Highlights
- Goblin mentions in ChatGPT rose 175 per cent after GPT-5.1 launched in November.
- The "Nerdy" personality drove 66.7 per cent of all goblin references.
- OpenAI has retired the personality and removed creature words from training data.
The issue traces back to a feature called the Nerdy personality, one of several personality options OpenAI built to let ChatGPT communicate in different styles.
This particular one was designed to make the AI sound enthusiastic, witty, and playful, like a knowledgeable friend who enjoys making complex ideas accessible.
The problem first came to light after the launch of GPT-5.1 in November. Users began complaining that the model felt strangely familiar in its tone.
When a safety researcher flagged a pattern of goblin and gremlin references, an internal review found that goblin mentions had risen by 175 per cent since the GPT-5.1 launch. Gremlin mentions were up by 52 per cent.

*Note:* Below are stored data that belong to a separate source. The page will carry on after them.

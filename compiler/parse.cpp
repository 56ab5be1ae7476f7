// Parse: description text -> Model. The grammar (grammar/meander.hpp) is the
// parser; the actions below only store what it matched. Errors: the control
// reports a must<> failure with its message from grammar/errors.hpp, then the
// nearest statement attempt catches it, the grammar's skip rules move on to
// the next statement, and parsing goes on, so one run reports several errors.
#include "parse.hpp"

#include <fmt/format.h>

#include <charconv>
#include <climits>
#include <string>
#include <type_traits>
#include <vector>

#include <tao/pegtl.hpp>

#include "../grammar/errors.hpp"
#include "../grammar/meander.hpp"

namespace meander {

namespace {

namespace pegtl = tao::pegtl;
namespace g = grammar;

// Blocks deeper than this are refused (each level costs parser stack).
constexpr std::size_t kMaxNesting = 32;
// Braced groups skipped after an error nest at most this deep; deeper '{' are skipped as plain characters.
constexpr int kMaxSkipNesting = 256;

// A block under construction and what its body has seen so far.
struct Frame {
    Block block;
    bool any_statement = false;
    Loc solver_loc;                 // line 0: no solver line yet
    Loc trained_loc;
    bool any_layer = false;         // a layer or block placed in the body
    int next_module = 0;            // the index the next layer takes in a numbered body
};

BodyTensors& body_tensors(Block& b) { return b.kind == Block::Kind::residual ? b.residual.tensors : b.continuous.tensors; }

struct State {
    const Source& src;
    Diagnostics& diags;
    Model model;

    // Top-level order: model, [weights], input, blocks, output.
    bool have_model = false;
    bool have_weights = false;
    std::string weights_key;        // of the weights statement just read
    Loc input_stmt;                 // line 0: not seen
    Loc output_stmt;
    bool have_blocks = false;
    bool reported_after_output = false;
    int layers_and_blocks = 0;      // placed so far, for kMaxLayersAndBlocks

    std::vector<Frame> open;        // blocks being built, innermost last
    int skip_depth = 0;
    // A '}' was missing where only the top level can go on (a top-level keyword or the
    // end): every enclosing block is unclosed too, so recovery resumes at the top level.
    bool abandon_blocks = false;

    // The statement being read.
    std::string name;
    Loc name_loc;
    int size = 0;
    std::string text;               // contents of the last string
    Loc text_loc;                   // its opening quote
    std::size_t string_open = 0;    // offset of the last opening quote
    Dense dense;
    bool act_given = false, weight_given = false, bias_given = false, from_given = false, no_bias_given = false;
    bool transposed_given = false, time_first_given = false;
    bool layout_transposed = false, layout_time_first = false;  // of the layout statement being read
    std::vector<std::string> ignore;  // patterns of the ignore statement being read
    std::vector<Loc> ignore_locs;
    std::string from;
    bool act_accepted = false;      // the activation just read was taken (not a second one)
    SolverSpec spec;
    double gap = 0.0;               // the largest gap of the state statement

    State(const Source& s, Diagnostics& d) : src(s), diags(d) {}

    void error(Loc loc, std::string message) { diags.error(src, loc, std::move(message)); }

    std::vector<Block>& body() {
        if (open.empty()) return model.blocks;
        Block& b = open.back().block;
        return b.kind == Block::Kind::residual ? b.residual.body : b.continuous.field;
    }

    // A streaming model's top-level statements, in order: state, evolution, update, readout.
    Loc stream_stmt;                // the evolution or update statement last placed
};

template <typename Input>
Loc loc_of(const Input& in, const State& s) {
    return s.src.loc_of(static_cast<std::size_t>(in.begin() - s.src.text.data()));
}

std::string_view kind_name(const Block& b) {
    if (b.kind == Block::Kind::continuous && b.continuous.blend) return "blend";
    return b.kind == Block::Kind::residual ? "residual" : "continuous";
}


Loc block_loc(const Block& b) {
    return b.kind == Block::Kind::residual ? b.residual.loc : b.continuous.loc;
}

// Sizes: decimal integers that fit an int.
template <typename Input>
int to_int(const Input& in, State& s) {
    int v = 0;
    auto [ptr, ec] = std::from_chars(in.begin(), in.end(), v);
    if (ec == std::errc::result_out_of_range || ptr != in.end()) {
        s.error(loc_of(in, s), fmt::format("integer {} is too large (at most {})", in.string_view(), INT_MAX));
        return 0;
    }
    return v;
}

// Reals: locale-free conversion; the grammar already fixed the spelling.
template <typename Input>
double to_real(const Input& in, State& s) {
    const char* first = in.begin();
    if (*first == '+') ++first;
    double v = 0.0;
    auto [ptr, ec] = std::from_chars(first, in.end(), v, std::chars_format::general);
    if (ec == std::errc::result_out_of_range || ec == std::errc::invalid_argument || ptr != in.end()) {
        s.error(loc_of(in, s), fmt::format("number {} is out of the range of a double", in.string_view()));
        return 0.0;
    }
    return v;
}

// Offset of the next token at or after `offset` (blanks and comments skipped),
// so a caret points at the offending character. At the end of the text the
// caret goes right after the last character that is not a blank.
std::size_t next_token(const Source& src, std::size_t offset) {
    pegtl::memory_input<> rest(src.text.data() + offset, src.text.data() + src.text.size(), "");
    (void)pegtl::parse<g::sep>(rest);
    std::size_t at = static_cast<std::size_t>(rest.current() - src.text.data());
    if (at == src.text.size()) {
        at = offset;
        while (at > 0 && (src.text[at - 1] == ' ' || src.text[at - 1] == '\t' || src.text[at - 1] == '\n' || src.text[at - 1] == '\r')) --at;
    }
    return at;
}

// ---- statement order --------------------------------------------------------

// Every top-level statement but the model line: nothing may follow the output.
void top_level_statement(State& s, Loc stmt) {
    if (s.output_stmt.line > 0 && !s.reported_after_output) {
        s.reported_after_output = true;
        s.error(stmt, fmt::format("this statement follows the 'output' statement of line {}; 'output' must be the last statement", s.output_stmt.line));
    }
}

// Thrown past kMaxLayersAndBlocks (already reported) to stop the parse.
struct TooManyBlocks {};

// A layer or block placed in the current body (or at the top level).
void placed(State& s, Loc stmt, std::string_view what) {
    if (++s.layers_and_blocks > kMaxLayersAndBlocks) {
        const std::string message = fmt::format("{} is beyond the limit of {} layers and blocks in a description; "
                                                "parsing stops here",
                                                what, kMaxLayersAndBlocks);
        s.error(stmt, message);
        throw TooManyBlocks{};
    }
    if (s.open.empty()) {
        top_level_statement(s, stmt);
        if (s.model.stream && s.model.stream->update == Stream::Update::none && !s.have_blocks)
            s.error(stmt, fmt::format("{} comes before the update of the streaming model; the readout follows the evolution and "
                                      "the update ('gated' or 'merge')",
                                      what));
        s.have_blocks = true;
        return;
    }
    Frame& f = s.open.back();
    if (f.block.kind == Block::Kind::continuous && (f.solver_loc.line > 0 || f.trained_loc.line > 0))
        s.error(stmt, fmt::format("{} comes after the solver line of continuous '{}'; the field's layers come first", what, f.block.continuous.name));
    f.any_statement = true;
    f.any_layer = true;
}

// The continuous block a body statement (augment, solver, trained-with) belongs to, or null after an error.
Frame* continuous_frame(State& s, Loc stmt, std::string_view keyword) {
    if (!s.open.empty() && s.open.back().block.kind == Block::Kind::continuous && s.open.back().block.continuous.blend) {
        s.error(stmt, fmt::format("'{}' is not allowed in blend '{}': the blend is a closed form and needs no solver", keyword,
                                  s.open.back().block.continuous.name));
        return nullptr;
    }
    if (s.open.empty() || s.open.back().block.kind != Block::Kind::continuous) {
        if (s.open.empty())
            s.error(stmt, fmt::format("'{}' is allowed only inside a continuous block", keyword));
        else
            s.error(stmt, fmt::format("'{}' is allowed only inside a continuous block, not in residual '{}'", keyword, s.open.back().block.residual.name));
        return nullptr;
    }
    return &s.open.back();
}

template <typename Input>
void push_block(const Input& in, State& s, Block::Kind kind) {
    if (s.open.size() >= kMaxNesting) {
        std::string message = fmt::format("blocks are nested more than {} deep", kMaxNesting);
        s.error(s.name_loc, message);
        throw pegtl::parse_error(message, in);
    }
    Frame f;
    f.block.kind = kind;
    if (kind == Block::Kind::residual) {
        f.block.residual.name = s.name;
        f.block.residual.loc = s.name_loc;
    } else {
        f.block.continuous.name = s.name;
        f.block.continuous.loc = s.name_loc;
    }
    s.open.push_back(std::move(f));
}

// The evolution of a streaming model: right after 'state', before the update and the readout.
void place_evolution(State& s, Loc stmt, Block& b) {
    top_level_statement(s, stmt);
    Continuous& c = b.continuous;
    const std::string what = fmt::format("{} '{}'", kind_name(b), c.name);
    if (!s.model.stream) {
        s.error(stmt, fmt::format("{} evolves over the gap between observations, which needs a 'state' statement before it "
                                  "(a streaming model)",
                                  what));
        return;
    }
    Stream& st = *s.model.stream;
    if (st.has_evolve) {
        s.error(stmt, fmt::format("{} is a second evolution; streaming model '{}' already evolves by {} '{}' (line {})", what,
                                  s.model.name, st.evolve.blend ? "blend" : "continuous",
                                  st.evolve.name, st.evolve.loc.line));
        return;
    }
    if (st.update != Stream::Update::none || s.have_blocks) {
        s.error(stmt, fmt::format("{} must come right after the 'state' statement, before the update and the readout", what));
        return;
    }
    st.has_evolve = true;
    st.evolve = std::move(c);
}

template <typename Input>
void pop_block(const Input& in, State& s) {
    Frame f = std::move(s.open.back());
    s.open.pop_back();
    if (s.open.empty() && f.block.kind == Block::Kind::continuous && (f.block.continuous.over_gap || f.block.continuous.blend)) {
        place_evolution(s, loc_of(in, s), f.block);
        return;
    }
    placed(s, loc_of(in, s), fmt::format("{} '{}'", kind_name(f.block), block_name(f.block)));
    if (!s.open.empty()) ++s.open.back().next_module;  // a nested block is one module of a numbered body
    s.body().push_back(std::move(f.block));
}

// ---- solver options ---------------------------------------------------------

bool first_time(State& s, Loc loc, std::string_view key) {
    for (const auto& k : s.spec.written)
        if (k == key) {
            s.error(loc, fmt::format("solver option '{}' is given twice", key));
            return false;
        }
    s.spec.written.emplace_back(key);
    return true;
}

template <typename Input>
void real_option(const Input& in, State& s, std::string_view key, double SolverSpec::*field) {
    double v = to_real(in, s);
    if (first_time(s, loc_of(in, s), key)) s.spec.*field = v;
}

template <typename Input>
void int_option(const Input& in, State& s, std::string_view key, int SolverSpec::*field) {
    int v = to_int(in, s);
    if (first_time(s, loc_of(in, s), key)) s.spec.*field = v;
}

template <typename Input>
void solver_done(const Input& in, State& s, bool trained) {
    std::string_view keyword = trained ? "trained-with" : "solver";
    Loc stmt = loc_of(in, s);
    Frame* f = continuous_frame(s, stmt, keyword);
    if (!f) return;
    Loc& seen = trained ? f->trained_loc : f->solver_loc;
    if (seen.line > 0) {
        s.error(stmt, fmt::format("continuous '{}' already has a {} line (line {})", f->block.continuous.name, keyword, seen.line));
        return;
    }
    seen = stmt;
    f->any_statement = true;
    if (trained)
        f->block.continuous.trained = s.spec;
    else
        f->block.continuous.solver = s.spec;
}

// ---- actions ------------------------------------------------------------------

template <typename Rule>
struct action : pegtl::nothing<Rule> {};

The Nerdy personality used a system prompt that pushed the model to be enthusiastic and use playful language.
During training, responses that included creature words were repeatedly scored more favourably, even though that was never the intention.
Spreading through training
The goblins, however, did not go away. By the time GPT-5.4 was being developed, the creature language had become harder to ignore.
Another internal review was carried out, and this time the connection to the Nerdy personality became clearer.
The Nerdy personality made up just 2.5 per cent of all ChatGPT responses, but it was behind 66.7 per cent of goblin mentions. The bigger problem was that the habit did not stay contained.
The bigger concern was that the habit was not staying within the Nerdy personality. Reinforcement learning does not automatically keep a learned behaviour tied to the condition that produced it.
Once creature language was being rewarded in one part of training, it began seeping into other responses too.
As goblin and gremlin mentions increased under the Nerdy personality prompt, they increased by nearly the same proportion in responses generated without it
When GPT-5.5 was being tested in Codex, OpenAI's coding assistant, staff quickly spotted the same goblin tendency.
The company added a direct instruction telling Codex not to mention goblins, gremlins, raccoons, trolls, ogres, or pigeons unless clearly relevant.
OpenAI has since retired the Nerdy personality, removed the reward signal that encouraged creature words, and cleaned up its training data.
The episode, OpenAI said, is a clear example of how reward signals can shape AI behaviour in ways that are difficult to predict.
Understanding why a model behaves unexpectedly, and building the tools to investigate those patterns quickly, is now part of what its research team treats as a core capability.